In 2007, he was jailed for six years for his part in a £4million car theft ring.
Referring to Clark, Jake said: ‘We rent land to Martin. He has a contract until 2026 and then we will review that. We do not like how he has run it down there.’
Jake said that he and his 25-year-old beautician sister, Lily Tiger, were trying to make a legitimate living and feared negative publicity could drive away future clients.
‘I’m a legitimate man who’s worked hard his whole life. I worked fitting windows for over ten years and my sister is a make-up artist and runs her business here,’ he said.
‘My sister and I are both young. What happened years ago was not great, but as time has gone on we both have strong heads on us.’
In February this year, Jake and Lily Tiger were both made directors of the new company Baldwins Farm Limited, which says it was established for the letting and operating of own or leased real estate.
A family family friend also insisted the younger generation of Bromleys would have been unaware of any illegal goings on.
‘Nobody has told them about the TV programme – they have no idea about stolen cars, they [the criminals] will have to get off the site,’ the friend said.
Journalist Matt Shea spoke to Clark at his large detached house in Essex, where several luxury cars, including a Bentley, were parked on the driveway.
Asked whether he was aware his site on Baldwins Farm was being used to store stolen cars, Mr Clark replied: ‘F*** off’.
This is far from the first time stolen cars have been found at Baldwins Farm, with Essex Police conducting a raid in 2020 that recovered three Range Rovers and a Land Rover Discovery.

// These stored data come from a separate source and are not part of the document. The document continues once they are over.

import type { Rule } from '../../checking/rule.ts';

export const stepsAndDistance: Rule = {
  id: 'T03',
  evaluate: (submission, report) => {
    const bouts = submission.table('bouts');
    const distance = bouts.column('distance_m');
    const duration = bouts.column('duration_s');
    const steps = bouts.column('steps');
    const surface = bouts.column('surface');
    for (let row = 0; row < bouts.fileRows; row += 1) {
      const metres = distance.number(row);
      if (metres === null) continue;
      if (metres > 0 && !(Number(duration.number(row)) > 0)) report.add(bouts, row, 'duration_s', 'A distance without a duration.');
      const walkedOn = surface.word(row);
      if (metres === 0 && Number(steps.number(row)) > 0 && walkedOn !== null && walkedOn !== 'treadmill') {
        report.add(bouts, row, 'distance_m', 'Steps overground without any distance.');
      }
    }
  },
};
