import { jointControls } from '../../checking/joint-controls.ts';
import type { Rule } from '../../checking/rule.ts';

export const controlAndDevice: Rule = {
  id: 'T08',
  evaluate: (submission, report) => {
    const bouts = submission.table('bouts');
    const device = bouts.column('device_class');
    const stimulation = bouts.column('stim_on');
    const controls = jointControls(bouts);
    for (let row = 0; row < bouts.fileRows; row += 1) {
      const used = device.word(row);
      for (const control of controls) {
        const followed = control.word(row);
        if (followed === 'volitional' && used !== 'signal_driven_exoskeleton') {
          report.add(bouts, row, control.variable.key, 'Volitional control in a device that reads no muscle signal.');
        }
        if (followed === 'stimulated' && used !== 'fes_walking' && stimulation.word(row) !== 'yes') {
          report.add(bouts, row, control.variable.key, 'Stimulated control without stimulation.');
        }
      }
    }
  },
};
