testRules([
  {
    rule: 'T01',
    source: `${registryRule}; mean speed is distance by duration`,
    breaks: [{ when: 'a mean speed of 2.51 m/s', rows: walked({ distance_m: 251, duration_s: 100 }), at: ['bouts 2 distance_m'] }],
    holds: [
      { when: 'a mean speed of 2.5 m/s', rows: walked({ distance_m: 250, duration_s: 100 }) },
      { when: 'no distance', rows: walked({ distance_m: undefined }) },
    ],
  },
  {
    rule: 'T02',
    source: registryRule,
    breaks: [
      {
        when: 'a belt 0.06 faster at a low speed',
        rows: walked({ treadmill_speed_mps: 0.26, distance_m: 120 }),
        at: ['bouts 2 treadmill_speed_mps'],
      },
      {
        when: 'a belt slower by more than 10%',
        rows: walked({ treadmill_speed_mps: 1, distance_m: 661 }),
        at: ['bouts 2 treadmill_speed_mps'],
      },
    ],
    holds: [
      { when: 'a belt 0.05 faster at a low speed', rows: walked({ treadmill_speed_mps: 0.25, distance_m: 120 }) },
      { when: 'a belt slower by 10%', rows: walked({ treadmill_speed_mps: 1, distance_m: 660 }) },
    ],
  },
  {
    rule: 'T03',
    source: registryRule,
    breaks: [
      { when: 'a distance without a duration', rows: walked({ duration_s: undefined }), at: ['bouts 2 duration_s'] },
      { when: 'steps overground without distance', rows: walked({ ...overground, distance_m: 0 }), at: ['bouts 2 distance_m'] },
    ],
    holds: [
      { when: 'distance, steps and duration', rows: walked(overground) },
      { when: 'steps in place on a treadmill', rows: walked({ distance_m: 0 }) },
      { when: 'steps overground whose distance was not measured', rows: walked({ ...overground, distance_m: undefined }) },
    ],
  },
  {
    rule: 'T04',
    source: registryRule,
    breaks: [
      { when: 'steps of 0.14 m', rows: walked({ distance_m: 84, steps: 600 }), at: ['bouts 2 steps'] },
      { when: 'steps of 0.91 m', rows: walked({ distance_m: 546, steps: 600 }), at: ['bouts 2 steps'] },
    ],
    holds: [
      { when: 'steps of 0.15 m', rows: walked({ distance_m: 90, steps: 600 }) },
      { when: 'steps of 0.9 m', rows: walked({ distance_m: 540, steps: 600 }) },
      { when: 'no steps', rows: walked({ steps: 0 }) },
    ],
  },
  {
    rule: 'T05',
    source: registryRule,
    breaks: [
      { when: '7.9 steps in a minute', rows: walked({ steps: 79 }), at: ['bouts 2 steps'] },
      { when: '140.1 steps in a minute', rows: walked({ steps: 1_401 }), at: ['bouts 2 steps'] },
    ],
    holds: [
      { when: '8 steps in a minute', rows: walked({ steps: 80 }) },
      { when: '140 steps in a minute', rows: walked({ steps: 1_400 }) },
    ],
  },
  {
    rule: 'T06',
    source: registryRule,
    breaks: [
      { when: '28 kg of 70 as 41.1%', rows: walked({ bws_pct: 41.1 }), at: ['bouts 2 bws_pct'] },
      { when: '71 kg of 70', rows: walked({ bws_kg: 71, bws_pct: undefined }), at: ['bouts 2 bws_kg'] },
      {
        when: 'a percentage that does not fit the mass the registry holds',
        rows: month({ bouts: [bout({ bws_pct: 30 })] }),
        registry: registry({ sessions: [session()] }),
        at: ['bouts 2 bws_pct'],
      },
    ],
    holds: [
      { when: '28 kg of 70 as 41%', rows: walked({ bws_pct: 41 }) },
      { when: '70 kg of 70', rows: walked({ bws_kg: 70, bws_pct: 100 }) },
      { when: 'an unknown mass', rows: walked({ bws_pct: 60 }, { body_mass_kg: undefined }) },
    ],
  },
  {
    rule: 'T07',
    source: 'definition of the device classes',
    breaks: [
      {
        when: 'a treadmill orthosis on level ground',
        rows: walked({ surface: 'overground_level', treadmill_speed_mps: undefined }),
        at: ['bouts 2 surface'],
      },
      {
        when: 'an overground exoskeleton on a treadmill',
        rows: walked({ device_class: 'overground_powered_exoskeleton' }),
        at: ['bouts 2 surface'],
      },
    ],
    holds: [
      { when: 'a treadmill orthosis on a treadmill', rows: walked({}) },
      { when: 'a signal-driven exoskeleton on a treadmill', rows: walked(signalDriven) },
      { when: 'therapist-moved walking on level ground', rows: walked({ ...overground, device_class: 'manual_bwstt' }) },
      {
        when: 'isolated movement without a surface',
        rows: walked({
          activity: 'isolated_movement',
          surface: undefined,
          distance_m: undefined,
          steps: undefined,
          treadmill_speed_mps: undefined,
        }),
      },
    ],
  },
  {
    rule: 'T08',
    source: controlModes,
    breaks: [
      { when: 'volitional control in a driven orthosis', rows: walked({ knee_r_control: 'volitional' }), at: ['bouts 2 knee_r_control'] },
      {
        when: 'a stimulated ankle without stimulation',
        rows: walked({ ankle_l_control: 'stimulated', stim_on: 'no' }),
        at: ['bouts 2 ankle_l_control'],
      },
    ],
    holds: [
      { when: 'volitional control in a signal-driven exoskeleton', rows: walked(signalDriven) },
      { when: 'a stimulated ankle with stimulation on', rows: walked({ ankle_l_control: 'stimulated', stim_on: 'yes', stim_channels: 2 }) },
      { when: 'stimulated walking', rows: walked({ device_class: 'fes_walking', hip_l_control: 'stimulated' }) },
    ],
  },
  {
    rule: 'T09',
    source: controlModes,
    breaks: [
      { when: 'a fading signal with programmed joints', rows: walked({ stop_reason: 'signal_fading' }), at: ['bouts 2 stop_reason'] },
    ],
    holds: [
      { when: 'a fading signal with a volitional knee', rows: walked({ ...signalDriven, stop_reason: 'signal_fading' }) },
      {
        when: 'a fading signal that started the steps',
        rows: walked({ hip_l_control: 'volitional_threshold', stop_reason: 'signal_fading' }),
      },
    ],
  },
  {
    rule: 'T10',
    source: registryRule,
    breaks: [
      { when: 'bouts of 10 minutes in 9 upright', rows: trained({ upright_min: 9 }), at: ['sessions 2 upright_min'] },
      {
        when: 'bouts and the rest between them longer than upright and resting time',
        rows: month({
          sessions: [session({ upright_min: 20, rest_min: 1 })],
          bouts: [bout({ duration_s: 300, rest_after_s: 900 }), bout({ bout_no: 2, duration_s: 300, rest_after_s: 900 })],
        }),
        at: ['sessions 2 rest_min'],
      },
      {
        when: 'a shortened session upright for longer than was planned',
        rows: trained({ status: 'shortened', not_trained_reason: 'fatigue', planned_min: 15 }),
        at: ['sessions 2 upright_min'],
      },
    ],
    holds: [
      { when: 'bouts of 10 minutes in 10 upright', rows: trained({ upright_min: 10 }) },
      { when: 'a rounded minute', rows: trained({ upright_min: 9.5 }) },
      { when: 'a long rest after the last bout', rows: walked({ rest_after_s: 3_600 }) },
      {
        when: 'isolated movement longer than the time upright',
        rows: walked({
          activity: 'isolated_movement',
          surface: undefined,
          distance_m: undefined,
          steps: undefined,
          treadmill_speed_mps: undefined,
          duration_s: 1_800,
        }),
      },
    ],
  },
  {
    rule: 'T11',
    source: registryRule,
    breaks: [{ when: 'walking 6 s longer than upright', rows: trained({ upright_min: 9.9 }), at: ['sessions 2 upright_min'] }],
    holds: [
      { when: 'walking just as long as upright', rows: trained({ upright_min: 10 }) },
      { when: 'no time upright given', rows: trained({ upright_min: undefined }) },
    ],
  },
  {
    rule: 'T12',
    source: 'physiology',
    breaks: [
      { when: 'diastolic above systolic before training', rows: trained({ sbp_pre: 70, dbp_pre: 112 }), at: ['sessions 2 dbp_pre'] },
      { when: 'a highest reading below the one after training', rows: trained({ sbp_max: 117 }), at: ['sessions 2 sbp_max'] },
      { when: 'a lowest reading above the one after training', rows: trained({ dbp_min: 73 }), at: ['sessions 2 dbp_min'] },
    ],
    holds: [
      { when: 'readings in order', rows: trained({ sbp_min: 100, dbp_min: 60, sbp_max: 120, dbp_max: 80, bp_min_posture: 'sitting' }) },
      { when: 'extremes equal to the reading after training', rows: trained({ sbp_max: 118, dbp_min: 72 }) },
    ],
  },
  {
    rule: 'T13',
    source: 'Teasell RW 2000 as quoted in a rehabilitation evidence review',
    breaks: [
      {
        when: 'a rise of 20 at the highest reading without a decision',
        rows: trained({ sbp_max: 132 }),
        at: ['sessions 2 dysreflexia_decision'],
      },
      {
        when: 'a rise of 20 after training at level T6',
        rows: month({ exams: [highCompleteExam], sessions: [session({ sbp_post: 132 })], bouts: [bout()] }),
        at: ['sessions 2 dysreflexia_decision'],
      },
    ],
    holds: [
      { when: 'a rise of 19', rows: trained({ sbp_max: 131 }) },
      { when: 'a rise of 40 with a decision', rows: trained({ sbp_max: 152, dysreflexia_decision: 'absent' }) },
    ],
  },
  {
    rule: 'T14',
    source: 'Freeman R et al. consensus 2011, as quoted in Physiol Rep 2020;8:e14617',
    breaks: [
      {
        when: 'a systolic drop of 20 at minute 3 of standing',
        rows: trained({ sbp_min: 92, bp_min_posture: 'standing', bp_min_minute: 3 }),
        at: ['sessions 2 hypotension_decision'],
      },
      {
        when: 'a diastolic drop of 10 upright in the device, at an unknown minute',
        rows: trained({ sbp_min: 110, dbp_min: 60, bp_min_posture: 'in_device' }),
        at: ['sessions 2 hypotension_decision'],
      },
    ],
    holds: [
      { when: 'drops of 19 and 9', rows: trained({ sbp_min: 93, dbp_min: 61, bp_min_posture: 'standing', bp_min_minute: 1 }) },
      { when: 'a drop after 4 minutes', rows: trained({ sbp_min: 80, bp_min_posture: 'standing', bp_min_minute: 4 }) },
      { when: 'a drop while sitting', rows: trained({ sbp_min: 80, bp_min_posture: 'sitting', bp_min_minute: 1 }) },
      { when: 'a drop with a decision', rows: trained({ sbp_min: 80, bp_min_posture: 'standing', hypotension_decision: 'not_assessed' }) },
    ],
  },
  {
    rule: 'T15',
    source: registryRule,
    breaks: [
      {
        when: 'skin broken in training without an event',
        rows: trained({ skin_check_post: 'broken' }),
        at: ['sessions 2 skin_check_post'],
      },
      {
        when: 'skin broken with an event of another kind',
        rows: month({ sessions: [session({ skin_check_post: 'broken' })], bouts: [bout()], adverse_events: [event()] }),
        at: ['sessions 2 skin_check_post'],
      },
    ],
    holds: [
      {
        when: 'skin broken with its event',
        rows: month({
          sessions: [session({ skin_check_post: 'broken' })],
          bouts: [bout()],
          adverse_events: [event({ kind: 'skin_breakdown', skin_stage: '2', device_contact: 'yes', body_site: 'heel' })],
        }),
      },
      { when: 'skin that was broken before', rows: trained({ skin_check_pre: 'broken', skin_check_post: 'broken' }) },
    ],
  },
  {
    rule: 'T16',
    source: registryRule,
    breaks: [
      {
        when: 'an eighth session in 7 days',
        rows: month({ sessions: sessionsOn([0, 1, 2, 3, 4, 5, 6, 6], (index) => ({ start_hour: index === 7 ? 15 : 9 })) }),
        at: ['sessions 9 session_day'],
      },
      {
        when: 'sessions at 9 and at 12 of one day',
        rows: month({ sessions: sessionsOn([0, 0], (index) => ({ start_hour: 9 + index * 3 })) }),
        at: ['sessions 3 start_hour'],
      },
      {
        when: 'sessions at 22 and at 1 of the next day',
        rows: month({ sessions: sessionsOn([0, 1], (index) => ({ start_hour: index === 0 ? 22 : 1 })) }),
        at: ['sessions 3 start_hour'],
      },
      { when: '22 days without a session', rows: month({ sessions: sessionsOn([0, 22]) }), at: ['sessions 3 session_day'] },
      {
        when: '22 days since a session the registry holds',
        rows: month({ sessions: [session({ session_day: 22, session_no: 2 })] }),
        registry: registry({ sessions: [session()] }),
        at: ['sessions 2 session_day'],
      },
    ],
    holds: [
      { when: '7 sessions in 7 days', rows: month({ sessions: sessionsOn([0, 1, 2, 3, 4, 5, 6]) }) },
      { when: 'an eighth session on day 7', rows: month({ sessions: sessionsOn([0, 1, 2, 3, 4, 5, 6, 7]) }) },
      {
        when: 'sessions at 9 and at 13 of one day',
        rows: month({ sessions: sessionsOn([0, 0], (index) => ({ start_hour: 9 + index * 4 })) }),
      },
      { when: '21 days without a session', rows: month({ sessions: sessionsOn([0, 21]) }) },
      { when: 'a long time between two courses', rows: month({ sessions: sessionsOn([0, 90], (index) => ({ course_no: index + 1 })) }) },
      {
        when: 'a cancelled session beside one that took place',
        rows: month({ sessions: [session(), session({ session_no: 2, status: 'cancelled_before' })] }),
      },
    ],
  },
  {
    rule: 'T17',
    source: registryRule,
    breaks: [
      {
        when: 'a volitional knee of a leg without movement',
        rows: month({ exams: [completeExam()], sessions: [session()], bouts: [bout(signalDriven)] }),
        at: ['bouts 2 knee_r_control'],
      },
      {
        when: 'a volitional hip by an exam 30 days old that the registry holds',
        rows: walked({ ...signalDriven, knee_r_control: 'programmed', hip_l_control: 'volitional' }),
        registry: registry({ exams: [completeExam({ exam_day: -30 })] }),
        at: ['bouts 2 hip_l_control'],
      },
    ],
    holds: [
      {
        when: 'a leg that moves a little',
        rows: month({
          exams: [completeExam({ m_r_l3: '1', recorded_ais: undefined })],
          sessions: [session()],
          bouts: [bout(signalDriven)],
        }),
      },
      {
        when: 'an exam 31 days old',
        rows: month({ exams: [completeExam({ exam_day: -31 })], sessions: [session()], bouts: [bout(signalDriven)] }),
      },
      {
        when: 'a newer exam with movement',
        rows: month({ exams: [completeExam({ exam_day: -20 }), exam()], sessions: [session()], bouts: [bout(signalDriven)] }),
      },
      { when: 'programmed joints', rows: month({ exams: [completeExam()], sessions: [session()], bouts: [bout()] }) },
    ],
  },
  {
    rule: 'T18',
    source: registryRule,
    breaks: [
      { when: 'a highest heart rate below the resting one', rows: trained({ hr_peak: 71 }), at: ['sessions 2 hr_peak'] },
      {
        when: 'exertion rising over three sessions while walking falls by half',
        rows: effort([3, 16], [4, 12], [5, 8]),
        at: ['sessions 4 rpe'],
      },
    ],
    holds: [
      { when: 'a highest heart rate equal to the resting one', rows: trained({ hr_peak: 72 }) },
      { when: 'walking that falls by less than half', rows: effort([3, 16], [4, 12], [5, 9]) },
      { when: 'exertion that does not rise each time', rows: effort([3, 16], [3, 12], [5, 8]) },
      { when: 'two sessions only', rows: effort([3, 16], [5, 8]) },
    ],
  },
]);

Some of the vehicles were already in the process of being broken down for parts, while others were mere shells – with the chassis and wheels virtually the only elements remaining.
In 2009 and 2010, raids discovered stolen cars and evidence of rubbish, including electricals, being illegally shipped to Africa.
During a raid in October 2016, police, the Environment Agency, HMRC, and immigration enforcement discovered more than 900 stolen gas bottles worth £50,000.
The following July, the Environment Agency secured a £120,000 fine against a company called PCS Recycling for illegal waste tipping and storage at Baldwins Farm and another site.
As recently as April last year, police and environmental officials enforced a ‘restriction order’ to stop illegal waste dumping and burning on the farm.
Essex Police said they could not obtain a warrant to recover the stolen Audi because it’s tracker was not giving a precise reading.